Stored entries
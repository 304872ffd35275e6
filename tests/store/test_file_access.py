"""A database this user may only read, a full disk, and Ctrl-C: each told as what it
is. Reading works on a read-only file and in a read-only folder; a write says what
stops it and writes nothing; an interrupted run says whether its change was saved."""

from __future__ import annotations

import contextlib
import hashlib
import io
import json
import os
import shutil
import sqlite3
import tempfile
from datetime import date, timedelta
from pathlib import Path

import pytest

from logbook.cli import main
from logbook.store import DatabaseReadOnly, DiskFull, Store
from logbook.store import core as store_core

from .conftest import TODAY

NOBODY = 65534  # the unprivileged account of Linux distributions (a test run as root drops to it)
READS = [["pumps"], ["show", "S-100"], ["forecast"], ["check"]]
WRITES = [
    ["record", "S-100", "--date", "2025-06-01", "--hours", "1600", "--servo-pressure", "25"],
    ["remove", "reading", "1", "--reason", "wrong pump"],
    ["model", "TX-90", "--limit", "case_drain=9"],
    ["init"],
]


def _cli(db: Path, argv: list[str]) -> tuple[int, str, str]:
    out, err = io.TextIOWrapper(io.BytesIO(), encoding="utf-8"), io.StringIO()  # forecast writes bytes
    with contextlib.redirect_stdout(out), contextlib.redirect_stderr(err):
        code = main(["--db", str(db), "--today", TODAY.isoformat(), *argv])
    out.flush()
    return code, out.buffer.getvalue().decode(), " ".join(err.getvalue().split())


def _unprivileged(task):
    """``task()`` run in a child process for which file permissions count: a test run as
    root (who may write any file) drops to the unprivileged account first. The child
    forks from this process, so every module the task uses must be loaded already.
    Returns what the task returned (through JSON)."""
    read_end, write_end = os.pipe()
    pid = os.fork()
    if pid == 0:  # the child
        try:
            os.close(read_end)
            if os.geteuid() == 0:
                os.setgroups([])
                os.setgid(NOBODY)
                os.setuid(NOBODY)
            payload = json.dumps({"result": task()})
        except BaseException as exc:  # noqa: BLE001 - told to the parent, which fails the test
            payload = json.dumps({"child failed": repr(exc)})
        with os.fdopen(write_end, "w") as pipe:
            pipe.write(payload)
        os._exit(0)
    os.close(write_end)
    with os.fdopen(read_end) as pipe:
        payload = json.loads(pipe.read() or "{}")
    os.waitpid(pid, 0)
    assert "result" in payload, payload
    return payload["result"]


def _as_unprivileged(db: Path, commands: list[list[str]]) -> list[tuple[int, str, str]]:
    return _unprivileged(lambda: [_cli(db, argv) for argv in commands])


def _give_away(path: Path, mode: int) -> None:
    """The file or folder belongs to whoever the child runs as, with ``mode``."""
    if os.geteuid() == 0:
        os.chown(path, NOBODY, NOBODY)
    os.chmod(path, mode)


@pytest.fixture
def shared(store):
    """A copy of the small fleet in a folder of its own outside pytest's private
    temporary folder (the unprivileged account must reach it). Every command is run
    once on a writable copy first: that loads every module it needs."""
    warm = Path(tempfile.mkdtemp(prefix="logbook-warm-"))
    try:
        store.backup(warm / "warm.db")
        for argv in READS + WRITES:
            assert _cli(warm / "warm.db", argv)[0] == 0
    finally:
        shutil.rmtree(warm)
    folder = Path(tempfile.mkdtemp(prefix="logbook-access-"))
    db = folder / "fleet.db"
    store.backup(db)
    with sqlite3.connect(db) as conn:  # the live database's form
        conn.execute("PRAGMA journal_mode = WAL")
    yield db
    os.chmod(folder, 0o700)
    shutil.rmtree(folder)


def _digest(path: Path) -> str:
    return hashlib.sha256(path.read_bytes()).hexdigest()


def _reads_work(results) -> None:
    for (code, out, err), argv in zip(results, READS):
        assert code == 0, (argv, err)
        assert "Traceback" not in err
    assert "S-100" in results[0][1] and "S-100" in results[1][1]
    assert "no problems found" in results[3][1]


def test_a_read_only_file_reads_and_says_why_it_cannot_be_written(shared):
    _give_away(shared.parent, 0o755)
    _give_away(shared, 0o444)
    before = _digest(shared)
    results = _as_unprivileged(shared, READS + WRITES)
    _reads_work(results[:len(READS)])
    for (code, out, err), argv in zip(results[len(READS):], WRITES):
        assert code == 1, (argv, err)
        assert "the database file" in err and "is read-only for" in err, err
        assert "Nothing was written" in err and "Reading still works" in err
        assert "damaged" not in err and "backup" not in err and "Traceback" not in err
    assert _digest(shared) == before


def test_a_read_only_folder_still_reads_and_says_what_writing_needs(shared):
    _give_away(shared, 0o644)  # the file itself is writable; SQLite cannot create its -wal and -shm
    _give_away(shared.parent, 0o555)
    before = _digest(shared)
    results = _as_unprivileged(shared, READS + WRITES)
    _reads_work(results[:len(READS)])
    for (code, out, err), argv in zip(results[len(READS):], WRITES):
        assert code == 1, (argv, err)
        assert f"the folder {shared.parent} is not writable for" in err, err
        assert "fleet.db-wal" in err and "fleet.db-shm" in err
        assert "Nothing was written" in err and "damaged" not in err and "Traceback" not in err
    assert _digest(shared) == before
    assert sorted(p.name for p in shared.parent.iterdir()) == ["fleet.db"]


def test_a_store_on_a_read_only_folder_says_so_before_its_first_write(shared):
    _give_away(shared, 0o644)
    _give_away(shared.parent, 0o555)

    def look_then_write():
        with Store(shared, create=False, user="tester") as s:
            seen = [s.read_only, s.counts()["readings"]]
            try:
                s.remove_reading(1, reason="wrong pump")
            except DatabaseReadOnly as exc:
                seen.append(str(exc))
        return seen

    why, readings, refused = _unprivileged(look_then_write)
    assert "not writable" in why and readings == 3
    assert refused == why


def test_a_read_only_folder_with_changes_still_in_the_wal_says_who_can_fold_them_in(shared):
    """A -wal left holding committed changes (its writer died) and no -shm: SQLite can
    read it only with a -shm it cannot create in a read-only folder. Reading the bare
    file would miss those changes, so the reader is told why it cannot read, and who
    can fix it; once a writer has opened and closed the database, reading works."""
    live = shared.parent / "live"
    live.mkdir()
    writer = sqlite3.connect(live / "fleet.db", isolation_level=None)
    shutil.copy(shared, live / "fleet.db")
    writer.execute("PRAGMA wal_autocheckpoint = 0")
    writer.execute("INSERT INTO machines (unit, site, description) VALUES ('M-9', 'North Yard', 'new loader')")
    shutil.copy(live / "fleet.db", shared)  # the writer "dies" here: the file and its -wal as they are
    shutil.copy(live / "fleet.db-wal", f"{shared}-wal")
    writer.close()
    shutil.rmtree(live)
    for path in (shared, Path(f"{shared}-wal")):
        _give_away(path, 0o644)
    _give_away(shared.parent, 0o555)
    before = _digest(shared)
    [(code, out, err)] = _as_unprivileged(shared, [["pumps"]])
    assert code == 1 and "fleet.db-wal holds changes not yet folded into the database file" in err, err
    assert f"the folder {shared.parent} is not writable for" in err and "logbook check" in err
    assert "Traceback" not in err and _digest(shared) == before
    os.chmod(shared.parent, 0o755)  # someone who may write the folder opens it once
    assert _cli(shared, ["check"])[0] == 0
    os.chmod(shared.parent, 0o555)
    [(code, out, err)] = _as_unprivileged(shared, [["pumps"]])
    assert code == 0, err

    def units():
        with Store(shared, create=False) as s:
            return sorted(s.machines())

    assert _unprivileged(units) == ["M-1", "M-2", "M-9"]  # the change that was in the -wal


# -- a full disk -------------------------------------------------------------------
@pytest.fixture
def full_disk(monkeypatch):
    """SQLite's own limit on the file's size, set at the size it has when opened: the next
    write that needs one more page fails as on a full disk (SQLITE_FULL, "database or
    disk is full")."""
    real = sqlite3.connect

    def capped(*args, **kwargs):
        conn = real(*args, **kwargs)
        pages = conn.execute("PRAGMA page_count").fetchone()[0]
        conn.execute(f"PRAGMA max_page_count = {max(pages, 1)}")
        return conn

    monkeypatch.setattr(sqlite3, "connect", capped)


def _many_readings(path: Path, n: int = 600) -> Path:
    """``n`` daily readings of S-200 after its last one (2025-03-01, 5300 h), each with a long note."""
    start = date(2025, 3, 2)
    lines = ["serial,date,machine_hours,servo_pressure,technician,note"]
    lines += [f"S-200,{start + timedelta(days=k)},{5310 + 10 * k},25,Ben,{'seals checked ' * 15}" for k in range(n)]
    path.write_text("\n".join(lines) + "\n")
    return path


def test_a_full_disk_is_told_as_a_full_disk(store, tmp_path, full_disk, capsys):
    before = store.counts()
    code = main(["--db", store.path, "--today", TODAY.isoformat(), "import", "readings",
                 str(_many_readings(tmp_path / "many.csv"))])
    err = " ".join(capsys.readouterr().err.split())
    assert code == 1, err
    assert "is full: nothing was written" in err and "Free some space" in err
    assert "not usable" not in err and "damaged" not in err and "Traceback" not in err
    assert store.counts() == before


def test_a_full_disk_in_the_store(store, tmp_path):
    with Store(store.path, create=False, user="tester") as s:
        s.conn.execute(f"PRAGMA max_page_count = {s.conn.execute('PRAGMA page_count').fetchone()[0]}")
        data = _many_readings(tmp_path / "many.csv").read_bytes()
        from logbook.imports import import_bytes

        with pytest.raises(DiskFull, match="nothing was written"):
            import_bytes(s, "readings", data, name="many.csv", today=TODAY)
        assert s.commits == [] and not s.conn.in_transaction
    assert store.counts()["readings"] == 3


# -- Ctrl-C ------------------------------------------------------------------------
NEW_READING = b"serial,date,machine_hours,servo_pressure,technician\nS-200,2025-06-01,5600,25.5,Ben\n"


@pytest.mark.parametrize("moment, said, readings", [
    # the look at the new readings, after the commit
    ("after", "interrupted after the import was saved: 1 row is in (new.csv)", 4),
    # inside the write transaction, before COMMIT
    ("before", "interrupted before saving: nothing was written", 3),
])
def test_ctrl_c_says_whether_the_import_was_saved(store, tmp_path, monkeypatch, capsys, moment, said, readings):
    import logbook.rounds

    def interrupted(*args, **kwargs):
        raise KeyboardInterrupt

    if moment == "after":
        monkeypatch.setattr(logbook.rounds, "import_second_look", interrupted)
    else:
        monkeypatch.setattr(store_core.StoreCore, "_audit", interrupted)
    csv = tmp_path / "new.csv"
    csv.write_bytes(NEW_READING)
    assert main(["--db", store.path, "--today", TODAY.isoformat(), "import", "readings", str(csv)]) == 130
    err = " ".join(capsys.readouterr().err.split())
    assert said in err and "half-written" not in err
    assert store.counts()["readings"] == readings


def test_ctrl_c_the_moment_commit_returns_counts_the_change_as_saved(store):
    """Python raises KeyboardInterrupt between two steps: just after COMMIT returned,
    the transaction is in, and the store's record of it must say so."""
    with Store(store.path, create=False, user="tester") as s:
        real = s.conn

        class InterruptedAfterCommit:
            def __getattr__(self, name):
                return getattr(real, name)

            def execute(self, sql, *args):
                result = real.execute(sql, *args)
                if sql == "COMMIT":
                    raise KeyboardInterrupt
                return result

        s.db.conn = InterruptedAfterCommit()
        with pytest.raises(KeyboardInterrupt):
            s.remove_reading(1, reason="wrong pump")
        s.db.conn = real
        assert [c.describe() for c in s.commits] == ["the change was saved: 1 row of readings removed"]
    assert store.counts()["readings"] == 3 and [r.id for r in store.readings("S-100")] == [2]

→ Required action:
In the entries above, identify every line with the word "backup". Copy those lines.

→ Output for this task:
        store.backup(warm / "warm.db")
    store.backup(db)
        assert "damaged" not in err and "backup" not in err and "Traceback" not in err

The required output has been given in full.